Growing up, being willing to make new commitments and fight for your job is a sign of maturity. Be determined.

  • Volunteer for leadership roles in the workplace if such an opportunity presents itself. Don't worry about whether or not you will be the right employee for a certain position.
  • While you should cultivate a reputation as an ambitious person at work and in your relationships, don't be afraid to turn down requests that are incompatible with your personal goals. Being ambitious does not mean accepting everything that is offered to you - instead you should actively create opportunities to advance towards your long-term goals.

Advice

  • Maturity does not necessarily occur at a certain age. Years go by for everyone, but not everyone matures.
  • Avoid depending on others - you have to define your goals. Life is yours. Stop complaining and try to understand that in fact you are the architect of your destiny: you came into the world empty-handed, and you will leave the same way.

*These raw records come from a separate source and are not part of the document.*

/* The same universe with a scalar of momentum p, by the scalar clock and by the unimodular one at small Lambda, bounces
 * at the same volume (Chiou, Geiller, Phys. Rev. D 82, 064012 (2010), arXiv:1007.0735, abstract). */
Test(evolution, unimodular_and_scalar_clock_agree_on_the_bounce)
{
  struct ebb_test_model scalar, unimodular;

  ebb_test_model_create(&scalar, "{clock: {from: -0.3, to: 0.3, samples: 5}, state: {profile: gaussian_momentum,\n"
                                 "momentum: 500, relative_spread: 0.02}, output: {keep: [moments]}}");
  ebb_test_model_conclude(&scalar);
  ebb_test_model_create(
      &unimodular,
      "{clock: {kind: unimodular, from: -200, to: 200, samples: 9}, matter: [{kind: scalar, name: phi,\n"
      "momentum: 500, spread: 10, grid: {points: 16, length: 0.1}}], state: {profile:\n"
      "gaussian_volume, v0: %.17g, spread: 12, b0: %.17g}, output: {keep: [moments]}}",
      scalar.record.bounce.v.value, 0.5 * EBB_PI);
  ebb_test_model_conclude(&unimodular);
  cr_expect_eq(unimodular.record.bounce.verdict, EBB_VERDICT_YES, "%s", unimodular.record.bounce.reason);
  ebb_test_close(unimodular.record.bounce.v.value, scalar.record.bounce.v.value,
                 ebb_test_solver(1, ONE_PERCENT, scalar.record.bounce.v.value));
  ebb_test_model_destroy(&scalar);
  ebb_test_model_destroy(&unimodular);
}

/* A second massless scalar: the weight without positive frequency, and d<phi2>/dphi = <p2/H> (values of an independent
 * program, 12 digits; the circle's ends cost 5e-8 of the slope). */
Test(evolution, a_second_scalar_runs_on_a_straight_line)
{
  static const double removed = 4.54201565248e-08, slope = 0.457169661778;
  struct ebb_test_model model;

  ebb_test_model_create(&model, "{lattice: {points: 768}, clock: {from: -0.05, to: 0.05, samples: 5}, matter: [{kind:\n"
                                "scalar, name: phi2, momentum: 200, spread: 25, grid: {points: 128, length: 1.0}}],\n"
                                "state: {profile: gaussian_volume, v0: 160, spread: 16, b0: 1.5707963267948966},\n"
                                "output: {keep: [moments]}}");
  ebb_test_model_measure(&model);
  const double *phi = model.run.phi, *field = model.record.moment[EBB_MOMENT_FIELD_MEAN];

  ebb_test_close(model.run.bundle->removed, removed, ebb_test_solver(1, 1e-8, removed));
  for (PetscInt s = 0; s + 1 < model.run.m; s++)
    ebb_test_close((field[s + 1] - field[s]) / (phi[s + 1] - phi[s]), slope, ebb_test_solver(1, 2e-6, slope));
  ebb_test_model_destroy(&model);
}

/* Three propagators on the same states: levels, Chebyshev, Krylov; within the stated errors of both. */
Test(evolution, propagators_agree_beyond_the_flat_model)
{
  static const char *const models[] = {
      "gravity: {curvature: closed}, clock: {from: -0.1, to: 0.3, samples: 3}, state: {profile: gaussian_momentum, "
      "momentum: 150, relative_spread: 0.05}",
      "gravity: {cosmological_constant_over_critical: -0.2}, clock: {from: -0.1, to: 0.3, samples: 3}, state: "
      "{profile: "
      "gaussian_momentum, momentum: 150, relative_spread: 0.05}",
      "gravity: {sector: 2, cosmological_constant_over_critical: 0.1}, clock: {kind: dust, from: -0.1, to: 0.2, "
      "samples: 3}, state: {profile: gaussian_volume, v0: 80, spread: 9, b0: 1.3}",
      "gravity: {prescription: aps}, clock: {kind: dust, ordering: densitised, from: -0.1, to: 0.2, samples: 3}, "
      "state: "
      "{profile: gaussian_volume, v0: 80, spread: 9, b0: 1.3}",
      "clock: {kind: radiation, from: -0.3, to: 0.5, samples: 3}, state: {profile: gaussian_momentum, momentum: 60, "
      "relative_spread: 0.05}"};

  for (size_t i = 0; i < sizeof models / sizeof *models; i++) {
    struct ebb_test_model levels, other;

    ebb_test_model_create(&levels, "{%s, output: {keep: [moments]}}", models[i]);
    ebb_test_model_measure(&levels);
    for (int kind = 0; kind < 2; kind++) {
      ebb_test_model_create(&other, "{%s, numerics: {propagator: %s}, output: {keep: [moments]}}", models[i],
                            kind ? "krylov" : "chebyshev");
      ebb_test_model_measure(&other);
      for (PetscInt s = 0; s < levels.run.m; s++)
        for (int m = 0; m < EBB_MOMENTS; m++) {
          const double a = levels.record.moment[m][s], b = other.record.moment[m][s];

          cr_expect_eq(isnan(a), isnan(b));
          if (!isnan(a))
            cr_expect_leq(fabs(a - b), levels.record.error[m][s] + other.record.error[m][s],
                          "model %zu, %s, %s: %.17g %.17g", i, kind ? "krylov" : "chebyshev", ebb_moment_table[m].name,
                          a, b);
        }
      ebb_test_model_destroy(&other);
    }
    ebb_test_model_destroy(&levels);
  }
}
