/* SPDX-License-Identifier: BSD-2-Clause
 *
 * Stepping propagators against states that do not step: packets in eigenvectors of a walled lattice and in generalised
 * eigenfunctions of the infinite one; and against laws. Theta is not diagonal in v, so that nothing here commutes by
 * accident. Several ranks: ranks/constraint_case.c. */
#include "ebbturn/observables.h"
#include "ebbturn/propagator.h"
#include "support/start.h"

#include <float.h>
#include <math.h>
#include <string.h>

TestSuite(propagators, .init = ebb_test_slepc_begin, .fini = ebb_test_slepc_end, .timeout = 300);

static const char *const stepping[] = {"chebyshev", "krylov"};

/* A lattice, a packet on it, and the constraint. */
struct scene {
  struct ebb_constants constants;
  struct ebb_settings settings;
  struct ebb_lattice lattice;
  struct ebb_packet *packet;
  struct ebb_constraint *constraint;
  PetscInt n;
};

/* reach: clock range for which a packet in modes is planned; 0: a packet in the eigenvectors of the walled lattice. */
static void scene_make(struct scene *s, const char *prescription, double sector, PetscInt sites, double momentum,
                       double relative_spread, double reach)
{
  struct ebb_state_request request = {.settings = &s->settings, .constants = &s->constants, .comm = PETSC_COMM_SELF};

  *s = (struct scene){.constants = ebb_constants_make(1.0, 0.2375, sqrt(ebb_default_area_gap(0.2375, 1.0))),
                      .settings = {.numerics.tolerance = 1e-10,
                                   .state = {.profile = "gaussian_momentum",
                                             .channel = "right",
                                             .branch = "contracting",
                                             .momentum = momentum,
                                             .relative_spread = relative_spread}}};
  ebb_test_call(ebb_lattice_make(ebb_prescription_find(prescription), sector, sites, PETSC_COMM_SELF, &s->lattice));
  s->n = ebb_lattice_size(&s->lattice);
  ebb_test_call(ebb_constraint_create(&s->lattice, &s->constants, PETSC_COMM_SELF, &s->constraint));
  if (reach > 0.0) {
    struct ebb_plan plan;

    ebb_test_call(ebb_plan_make(&request, &s->lattice, -reach, reach, &plan));
    cr_assert(plan.v_max < 4.0 * (double)sites, "the lattice must reach to v = %g", plan.v_max);
    ebb_test_call(ebb_packet_create_modes(&request, &s->lattice, &plan, false, &s->packet));
    ebb_test_call(ebb_plan_clear(&plan));
  } else
    ebb_test_call(ebb_packet_create_eigenpairs(&request, &s->lattice, &s->packet));
}

static void scene_clear(struct scene *s)
{
  ebb_test_call(ebb_packet_destroy(&s->packet));
  ebb_test_call(ebb_constraint_destroy(&s->constraint));
}

/* psi, sqrt(Theta) psi of the packet at phi; freed by the caller. */
static void pair_at(const struct scene *s, double phi, double complex *pair[2])
{
  for (int f = 0; f < 2; f++) {
    ebb_test_call(PetscMalloc1(s->n, &pair[f]));
    ebb_test_call(ebb_packet_values(s->packet, &s->lattice, phi, f ? EBB_FIELD_ROOT : EBB_FIELD_PSI, pair[f]));
  }
}

static void pair_free(double complex *pair[2])
{
  for (int f = 0; f < 2; f++) ebb_test_call(PetscFree(pair[f]));
}

static double norm(PetscInt n, const double complex x[])
{
  double sum = 0.0;

  for (PetscInt i = 0; i < n; i++) sum += creal(x[i] * conj(x[i]));
  return sqrt(sum);
}

static double distance(PetscInt n, const double complex x[], const double complex y[])
{
  double sum = 0.0;

  for (PetscInt i = 0; i < n; i++) sum += creal((x[i] - y[i]) * conj(x[i] - y[i]));
  return sqrt(sum);
}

Everything in between is your doing.
  • Growing up doesn't mean standing up to your parents. They can still help you on the path to independence.
  • It is you who forge your life and the first to believe in your worth. If you don't deem yourself worthy of something, others will perceive it and act accordingly. If you don't like yourself, ditto. Don't you appreciate what you are? Deeply self-analyze to improve those parts of yourself that you want or need to change.